- **Task directions**
Search the data for the string "source" and copy each line where it turns up.
◆ ◆ ◆ ◆ ◆
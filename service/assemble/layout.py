"""Page geometry and paragraph styles of the pack: one calm house look."""

from __future__ import annotations

from functools import lru_cache

from reportlab.lib import colors
from reportlab.lib.pagesizes import A4
from reportlab.lib.styles import ParagraphStyle
from reportlab.lib.units import mm

from service.assemble import fonts

PAGE = A4
MARGIN = 20 * mm
FRAME_WIDTH = PAGE[0] - 2 * MARGIN

INK = colors.HexColor("#1a1a1a")
MUTED = colors.HexColor("#5c5c5c")
RULE = colors.HexColor("#c8c8c8")
BAND = colors.HexColor("#f3f3f3")
DRAFT = colors.HexColor("#a4001d")
STATUS_COLOURS = {
    "passed": colors.HexColor("#2f6b3a"),
    "corrected": colors.HexColor("#805a00"),
    "waived": colors.HexColor("#5a4a8a"),
    "failed": DRAFT,
    "advice": colors.HexColor("#1f5f8b"),
}


@lru_cache(maxsize=1)
def styles() -> dict[str, ParagraphStyle]:
    regular = fonts.register()
    base = ParagraphStyle(
        "body",
        fontName=regular,
        bulletFontName=regular,
        fontSize=9.5,
        leading=13.5,
        textColor=INK,
        spaceAfter=6,
    )
    return {
        "body": base,
        "small": ParagraphStyle("small", parent=base, fontSize=8, leading=10.5),
        "muted": ParagraphStyle("muted", parent=base, fontSize=8.5, leading=11.5, textColor=MUTED),
        "cell": ParagraphStyle("cell", parent=base, fontSize=7.5, leading=9.5, spaceAfter=0),
        "cell_head": ParagraphStyle(
            "cell_head", parent=base, fontName=fonts.BOLD, fontSize=7.5, leading=9.5, spaceAfter=0
        ),
        "title": ParagraphStyle(
            "title", parent=base, fontName=fonts.BOLD, fontSize=24, leading=29, spaceAfter=10
        ),
        "cover_meta": ParagraphStyle("cover_meta", parent=base, fontSize=10.5, leading=14),
        "cover_label": ParagraphStyle(
            "cover_label", parent=base, fontSize=10.5, leading=14, textColor=MUTED
        ),
        "cover_status": ParagraphStyle(
            "cover_status",
            parent=base,
            fontName=fonts.BOLD,
            fontSize=10.5,
            leading=14,
            textColor=DRAFT,
        ),
        "cover_signed": ParagraphStyle(
            "cover_signed",
            parent=base,
            fontName=fonts.BOLD,
            fontSize=10.5,
            leading=14,
            textColor=INK,
        ),
        "toc_major": ParagraphStyle(
            "toc_major", parent=base, fontName=fonts.BOLD, fontSize=9, leading=12, spaceAfter=0
        ),
        "toc_minor": ParagraphStyle(
            "toc_minor", parent=base, fontSize=8, leading=10.5, leftIndent=12, spaceAfter=0
        ),
        "grid_head": ParagraphStyle(
            "grid_head",
            parent=base,
            fontName=fonts.BOLD,
            fontSize=8.5,
            leading=11,
            spaceBefore=4,
            spaceAfter=3,
        ),
        "status": ParagraphStyle(
            "status",
            parent=base,
            fontName=fonts.BOLD,
            fontSize=13,
            leading=17,
            textColor=DRAFT,
            spaceBefore=14,
            spaceAfter=14,
        ),
        "h1": ParagraphStyle(
            "h1",
            parent=base,
            fontName=fonts.BOLD,
            fontSize=15,
            leading=19,
            spaceBefore=4,
            spaceAfter=8,
        ),
        "h2": ParagraphStyle(
            "h2",
            parent=base,
            fontName=fonts.BOLD,
            fontSize=11,
            leading=14,
            spaceBefore=10,
            spaceAfter=2,
        ),
        "subtitle": ParagraphStyle(
            "subtitle", parent=base, fontSize=8.5, leading=11, textColor=MUTED, spaceAfter=4
        ),
        "caution": ParagraphStyle(
            "caution",
            parent=base,
            fontSize=8.5,
            leading=12,
            borderColor=RULE,
            borderWidth=0.6,
            borderPadding=6,
            backColor=BAND,
            spaceBefore=8,
            spaceAfter=12,
        ),
    }
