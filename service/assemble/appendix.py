"""The appendix for reviewers, as content: what needs attention, each chart's passes, the rules.

:func:`content` sorts every check result of a report into three parts. First, one row for each
result that is not a plain pass (failed, waived, corrected, advice), worst first, with what was
measured, what was done and why. Then, per chart, its passed checks (what each measured) and the
checks its form cannot break, which are named but never counted as passes. Last, each check's rule
and threshold once for the whole pack, so rows refer to it by the check's id. Pages are not known
here: :mod:`service.assemble.pack` adds them while laying out. Nothing here draws.
"""

from __future__ import annotations

from collections.abc import Iterable
from dataclasses import dataclass

from service.checks import engine, registry
from service.checks.outcome import Checked
from service.checks.results import CheckResult, Status, summary
from service.wording import CATALOGUES, say

ATTENTION = (Status.failed, Status.waived, Status.corrected, Status.advice)
"""The statuses a reviewer must look at, worst first."""


@dataclass(frozen=True)
class Attention:
    """One result that is not a plain pass."""

    chart_id: str
    chart_title: str
    check: str
    status: str
    status_text: str
    measured: str
    done: str
    why: str


@dataclass(frozen=True)
class ChartChecks:
    """One chart's passed checks (id, what was measured) and the checks its form cannot break."""

    chart_id: str
    title: str
    counts: str
    passed: list[tuple[str, str]]
    not_applicable: list[str]


@dataclass(frozen=True)
class Rule:
    check: str
    title: str
    threshold: str
    source: str


@dataclass(frozen=True)
class Appendix:
    attention: list[Attention]
    charts: list[ChartChecks]
    rules: list[Rule]


def counted(count: int, status: Status, locale: str) -> str:
    """``count`` results of a status, in the locale's words ("3 Hinweise", "1 Hinweis")."""
    key = f"appendix.status_{status.value}_many"
    if count != 1 and key in CATALOGUES["en"]:
        return f"{count} {say(key, locale)}"
    return f"{count} {status_text(status, locale)}"


def status_text(status: Status, locale: str) -> str:
    return say(f"appendix.status_{status.value}", locale)


def counts_text(results: Iterable[CheckResult], locale: str) -> str:
    """ "14 checks: 12 passed, 1 corrected, 1 advice; 3 not applicable" in the locale's words:
    statuses that occur, in the order of :class:`Status`; not applicable ones are not counted."""
    counts = summary(list(results))
    inapplicable = counts.pop(Status.not_applicable.value)
    shown = [
        counted(n, Status(s), locale)
        for s, n in counts.items()
        if n or s in (Status.passed.value, Status.failed.value)
    ]
    text = f"{say('appendix.count', locale, count=sum(counts.values()))}: {', '.join(shown)}"
    if inapplicable:
        text += f"; {counted(inapplicable, Status.not_applicable, locale)}"
    return text


def content(checked: Checked, locale: str) -> Appendix:
    titles = {c.plan.chart_id: c.plan.title for c in checked.charts}
    titles |= {t.plan.table_id: t.plan.title for t in checked.shown_tables}
    results = checked.results
    attention = [
        _attention(r, titles.get(r.chart, r.chart), locale)
        for status in ATTENTION
        for r in results
        if r.status is status
    ]
    charts = [_checks_of(c.plan.chart_id, c.plan.title, c.results, locale) for c in checked.charts]
    charts += [
        _checks_of(t.plan.table_id, t.plan.title, t.results, locale) for t in checked.shown_tables
    ]
    used = list(dict.fromkeys(r.check for r in results))
    rules = [_rule(registry.rule(check)) for check in used]
    return Appendix(attention=attention, charts=charts, rules=rules)


def _checks_of(block_id: str, title: str, results: list[CheckResult], locale: str) -> ChartChecks:
    """One chart's or table's passed checks and the checks its form cannot break."""
    return ChartChecks(
        chart_id=block_id,
        title=title,
        counts=counts_text(results, locale),
        passed=[(r.check, r.measured_text) for r in results if r.status is Status.passed],
        not_applicable=[r.check for r in results if r.status is Status.not_applicable],
    )


def _rule(spec: registry.CheckSpec | registry.TableCheckSpec) -> Rule:
    return Rule(check=spec.id, title=spec.title, threshold=spec.threshold, source=spec.source)


def _attention(result: CheckResult, title: str, locale: str) -> Attention:
    why = result.explanation
    measured = result.measured_text
    if result.status is Status.corrected:
        correction = engine.correction(registry.rule(result.check), locale)
        why = why.replace(correction, "").strip()
        done = say("appendix.done_corrected", locale, correction=correction)
        if result.corrected_to:
            measured = f"{measured} → {result.corrected_to}"
            done += " " + say("appendix.done_corrected_to", locale, after=result.corrected_to)
    elif result.status is Status.waived and result.waiver is not None:
        waiver = result.waiver
        why = why.removesuffix(f" Waived by {waiver.by}.")
        why += " " + say("appendix.reason", locale, reason=waiver.reason)
        if waiver.expires is not None:
            done = say(
                "appendix.done_waived_until", locale, by=waiver.by, until=waiver.expires.isoformat()
            )
        else:
            done = say("appendix.done_waived", locale, by=waiver.by)
    elif result.status is Status.failed:
        done = say("appendix.done_failed", locale)
    else:
        done = say("appendix.done_advice", locale)
    return Attention(
        chart_id=result.chart,
        chart_title=title,
        check=result.check,
        status=result.status.value,
        status_text=status_text(result.status, locale),
        measured=measured,
        done=done,
        why=why,
    )
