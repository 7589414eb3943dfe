"""Every operation of the API fuzzed against its own OpenAPI document with schemathesis.

Requests reach the real app over ASGI (schemathesis runs its lifespan: real workers, a real SQLite
file). Each operation gets schema-valid requests and schema-violating ones, and every answer is
held to schemathesis' default checks: no server error, a documented status, content type and
headers, a body matching the documented schema, auth not ignored, valid data not refused and
invalid data not accepted.

Two things of the definition routes are told to schemathesis rather than left for it to guess:

- A schema-valid definition may still be refused with 422: the rules between its parts (a chart
  names a dataset that exists, a column of the right type and unit, …) and the data's values are
  beyond what a JSON Schema says. ``test_definition_fuzz`` holds valid definitions to acceptance.
- ``POST /v1/reports`` is fuzzed with ``wait=true``: with ``wait=false`` every body is accepted
  with a 202 and judged by the job (``test_definition_fuzz`` follows those jobs to their end).
"""

from __future__ import annotations

from collections import Counter
from typing import Any

import pytest
import schemathesis
from factories import make_definition
from fastapi import FastAPI
from fuzz_kit import REQUEST_TIMEOUT_S, fuzz_settings, report
from hypothesis import given
from hypothesis import strategies as st
from schemathesis import GenerationMode

schemathesis.serializer.alias("application/pdf", "application/octet-stream")

CONFIG: dict[str, Any] = {
    "request-timeout": REQUEST_TIMEOUT_S,
    "operations": [
        {
            "include-path": ["/v1/check", "/v1/reports"],
            "include-method": "POST",
            "checks": {
                "positive_data_acceptance": {
                    "expected-statuses": ["2xx", "401", "403", "404", "409", "422", "429"]
                }
            },
        }
    ],
}

EXAMPLES = {"POST /v1/reports": 6, "POST /v1/verify": 6, "POST /v1/check": 15}
"""Examples per operation and mode; the rest get ``DEFAULT_EXAMPLES``. A definition that passes
validation is drawn (seconds each), so the rendering routes get fewer."""
DEFAULT_EXAMPLES = 25

IDEMPOTENCY = "Idempotency-Key"
_FALSE = (False, "false", "False", "0", 0, "off", "no", "f", "n")
"""Spellings of false a boolean query parameter takes (pydantic's)."""


def _has_inputs(operation: schemathesis.APIOperation) -> bool:
    """An operation with no parameters and no body has nothing to make invalid."""
    return bool(list(operation.iter_parameters())) or bool(operation.body)


def _stored_pack(schema: schemathesis.BaseSchema, auth: dict[str, str]) -> str:
    """A real draft to aim at, posted through the same checks (so pack routes can answer 200)."""
    operation = schema["/v1/reports"]["POST"]
    case = operation.Case(body=make_definition(), query={"wait": True})
    response = case.call_and_validate(headers=auth, timeout=REQUEST_TIMEOUT_S)
    assert response.status_code == 201, response.text
    pack_id = response.json()["id"]
    assert isinstance(pack_id, str)
    return pack_id


def _fuzz(
    operation: schemathesis.APIOperation,
    *,
    mode: GenerationMode,
    auth: dict[str, str],
    pack_id: str,
    cases: Counter[str],
    statuses: Counter[int],
) -> str | None:
    """Fuzz one operation in one mode; the failure found (shrunk by Hypothesis), or None."""
    label = f"{operation.label} [{mode.value}]"
    aims_at_pack = mode is GenerationMode.POSITIVE and "{pack_id}" in operation.path

    @given(
        case=operation.as_strategy(generation_mode=mode),
        real=st.booleans() if aims_at_pack else st.just(False),
    )
    @fuzz_settings(EXAMPLES.get(operation.label, DEFAULT_EXAMPLES))
    def fuzz(case: schemathesis.Case, real: bool) -> None:
        if real:  # half the time, the pack that exists
            case.path_parameters["pack_id"] = pack_id
        cases[label] += 1
        if operation.label == "POST /v1/reports" and case.query.get("wait") in _FALSE:
            case.query["wait"] = True  # see the module's docstring
        key = case.headers.get(IDEMPOTENCY) if mode is GenerationMode.POSITIVE else None
        if key is not None:  # a reused key is refused (422), as it should be: keep each unique
            case.headers[IDEMPOTENCY] = f"{key[:200]}-{sum(cases.values())}"
        response = case.call_and_validate(headers=auth, timeout=REQUEST_TIMEOUT_S)
        statuses[response.status_code] += 1

    try:
        fuzz()
    except (Exception, BaseExceptionGroup) as exc:  # noqa: BLE001  (one report names them all)
        return f"{label}: {exc}"
    return None


def test_every_operation_conforms_to_its_openapi_document(
    fuzz_app: FastAPI, fuzz_keys: dict[str, str], request: pytest.FixtureRequest
) -> None:
    schema = schemathesis.openapi.from_asgi(
        "/openapi.json", fuzz_app, config=schemathesis.Config.from_dict(CONFIG)
    )
    auth = {"Authorization": f"Bearer {fuzz_keys['everything']}"}
    pack_id = _stored_pack(schema, auth)
    cases: Counter[str] = Counter()
    statuses: Counter[int] = Counter()
    failures: list[str] = []

    for result in schema.get_all_operations():
        operation = result.ok()
        for mode in (GenerationMode.POSITIVE, GenerationMode.NEGATIVE):
            if mode is GenerationMode.NEGATIVE and not _has_inputs(operation):
                continue
            failure = _fuzz(
                operation, mode=mode, auth=auth, pack_id=pack_id, cases=cases, statuses=statuses
            )
            if failure is not None:
                failures.append(failure)

    total = sum(cases.values())
    report(
        request.config,
        f"schemathesis: {total} cases over {len(cases)} operation modes; "
        f"statuses {dict(sorted(statuses.items()))}",
    )
    assert not failures, "\n\n".join(failures)
    assert statuses[201] + statuses[200] > 0, "no request was accepted: the fuzz proves little"
    assert total >= len(cases) * 2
◆ ◆ ◆ ◆ ◆
- **Solution for this exercise**
    source: str
    return Rule(check=spec.id, title=spec.title, threshold=spec.threshold, source=spec.source)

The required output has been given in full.